■ RAW DATA ■
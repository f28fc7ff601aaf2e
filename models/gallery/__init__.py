"""Ready circuits and property files: the clockless control board of a solar-powered river gauge."""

■ ACTIVITY ■
Reproduce the entire listing so that it matches the original in every line.

■ OUTPUT FOR THIS EXERCISE ■
repository f28fc7ff601aaf2e
filename models/gallery/__init__.py
"""Ready circuits and property files: the clockless control board of a solar-powered river gauge."""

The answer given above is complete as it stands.